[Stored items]
-----
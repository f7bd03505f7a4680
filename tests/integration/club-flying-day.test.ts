import { eq } from "drizzle-orm";
import { beforeAll, describe, expect, it } from "vitest";
import { auditLog, clubs } from "@/db/schema";
import { updateFlyingDay } from "@/lib/actions/clubs/update-flying-day";
import { EMPTY, clubBySlug, db, form, seedOnce, signInAs } from "./helpers";

describe("the club's flying day", () => {
  beforeAll(async () => {
    await seedOnce();
  });

  it("refuses a time that is not HH:MM and a day that opens and closes at once, writing nothing", async () => {
    signInAs("admin@hangarline.test");
    const before = clubBySlug("reedwater").settings;
    const bad = await updateFlyingDay(EMPTY, form({ club: "reedwater", flyingDayOpens: "7am", flyingDayCloses: "25:00" }));
    expect(bad.ok).toBe(false);
    expect(bad.fieldErrors.flyingDayOpens?.[0]).toMatch(/HH:MM on the 24-hour clock/);
    expect(bad.fieldErrors.flyingDayCloses?.[0]).toMatch(/HH:MM on the 24-hour clock/);
    const same = await updateFlyingDay(EMPTY, form({ club: "reedwater", flyingDayOpens: "08:00", flyingDayCloses: "08:00" }));
    expect(same.ok).toBe(false);
    expect(same.fieldErrors.flyingDayCloses?.[0]).toBe("The flying day cannot open and close at the same time.");
    expect(clubBySlug("reedwater").settings).toEqual(before);
  });

  it("is saved by the admin, audited, and kept beside the other settings", async () => {
    signInAs("admin@hangarline.test");
    const before = clubBySlug("reedwater").settings;
    const ok = await updateFlyingDay(EMPTY, form({ club: "reedwater", flyingDayOpens: "06:30", flyingDayCloses: "22:15" }));
    expect(ok.ok).toBe(true);
    expect(ok.message).toBe("Flying day saved: from 06:30 to 22:15 club time. The booking page lists free time inside it.");
    const club = clubBySlug("reedwater");
    expect(club.settings).toEqual({ ...before, flyingDayOpens: "06:30", flyingDayCloses: "22:15" });
    const audit = db().select().from(auditLog).where(eq(auditLog.clubId, club.id)).all().filter((a) => a.action === "club.settings.update");
    expect(audit.at(-1)?.after).toEqual({ flyingDayOpens: "06:30", flyingDayCloses: "22:15" });
    const overnight = await updateFlyingDay(EMPTY, form({ club: "reedwater", flyingDayOpens: "18:00", flyingDayCloses: "02:00" }));
    expect(overnight.message).toContain("(it closes after midnight)");
    db().update(clubs).set({ settings: before }).where(eq(clubs.id, club.id)).run();
  });

  it("is refused to a member who is not an admin", async () => {
    signInAs("silberau.pilot@hangarline.test");
    const refused = await updateFlyingDay(EMPTY, form({ club: "aeroclub-silberau", flyingDayOpens: "05:00", flyingDayCloses: "23:00" }));
    expect(refused.ok).toBe(false);
    expect(clubBySlug("aeroclub-silberau").settings.flyingDayOpens).not.toBe("05:00");
  });
});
-----
Retype every record exactly, omitting nothing.

## Written answer
repository f7bd03505f7a4680
filename tests/integration/club-flying-day.test.ts
import { eq } from "drizzle-orm";
import { beforeAll, describe, expect, it } from "vitest";
import { auditLog, clubs } from "@/db/schema";
import { updateFlyingDay } from "@/lib/actions/clubs/update-flying-day";
import { EMPTY, clubBySlug, db, form, seedOnce, signInAs } from "./helpers";

describe("the club's flying day", () => {
  beforeAll(async () => {
    await seedOnce();
  });

  it("refuses a time that is not HH:MM and a day that opens and closes at once, writing nothing", async () => {
    signInAs("admin@hangarline.test");
    const before = clubBySlug("reedwater").settings;
    const bad = await updateFlyingDay(EMPTY, form({ club: "reedwater", flyingDayOpens: "7am", flyingDayCloses: "25:00" }));
    expect(bad.ok).toBe(false);
    expect(bad.fieldErrors.flyingDayOpens?.[0]).toMatch(/HH:MM on the 24-hour clock/);
    expect(bad.fieldErrors.flyingDayCloses?.[0]).toMatch(/HH:MM on the 24-hour clock/);
    const same = await updateFlyingDay(EMPTY, form({ club: "reedwater", flyingDayOpens: "08:00", flyingDayCloses: "08:00" }));
    expect(same.ok).toBe(false);
    expect(same.fieldErrors.flyingDayCloses?.[0]).toBe("The flying day cannot open and close at the same time.");
    expect(clubBySlug("reedwater").settings).toEqual(before);
  });

  it("is saved by the admin, audited, and kept beside the other settings", async () => {
    signInAs("admin@hangarline.test");
    const before = clubBySlug("reedwater").settings;
    const ok = await updateFlyingDay(EMPTY, form({ club: "reedwater", flyingDayOpens: "06:30", flyingDayCloses: "22:15" }));
    expect(ok.ok).toBe(true);
    expect(ok.message).toBe("Flying day saved: from 06:30 to 22:15 club time. The booking page lists free time inside it.");
    const club = clubBySlug("reedwater");
    expect(club.settings).toEqual({ ...before, flyingDayOpens: "06:30", flyingDayCloses: "22:15" });
    const audit = db().select().from(auditLog).where(eq(auditLog.clubId, club.id)).all().filter((a) => a.action === "club.settings.update");
    expect(audit.at(-1)?.after).toEqual({ flyingDayOpens: "06:30", flyingDayCloses: "22:15" });
    const overnight = await updateFlyingDay(EMPTY, form({ club: "reedwater", flyingDayOpens: "18:00", flyingDayCloses: "02:00" }));
    expect(overnight.message).toContain("(it closes after midnight)");
    db().update(clubs).set({ settings: before }).where(eq(clubs.id, club.id)).run();
  });

  it("is refused to a member who is not an admin", async () => {
    signInAs("silberau.pilot@hangarline.test");
    const refused = await updateFlyingDay(EMPTY, form({ club: "aeroclub-silberau", flyingDayOpens: "05:00", flyingDayCloses: "23:00" }));
    expect(refused.ok).toBe(false);
    expect(clubBySlug("aeroclub-silberau").settings.flyingDayOpens).not.toBe("05:00");
  });
});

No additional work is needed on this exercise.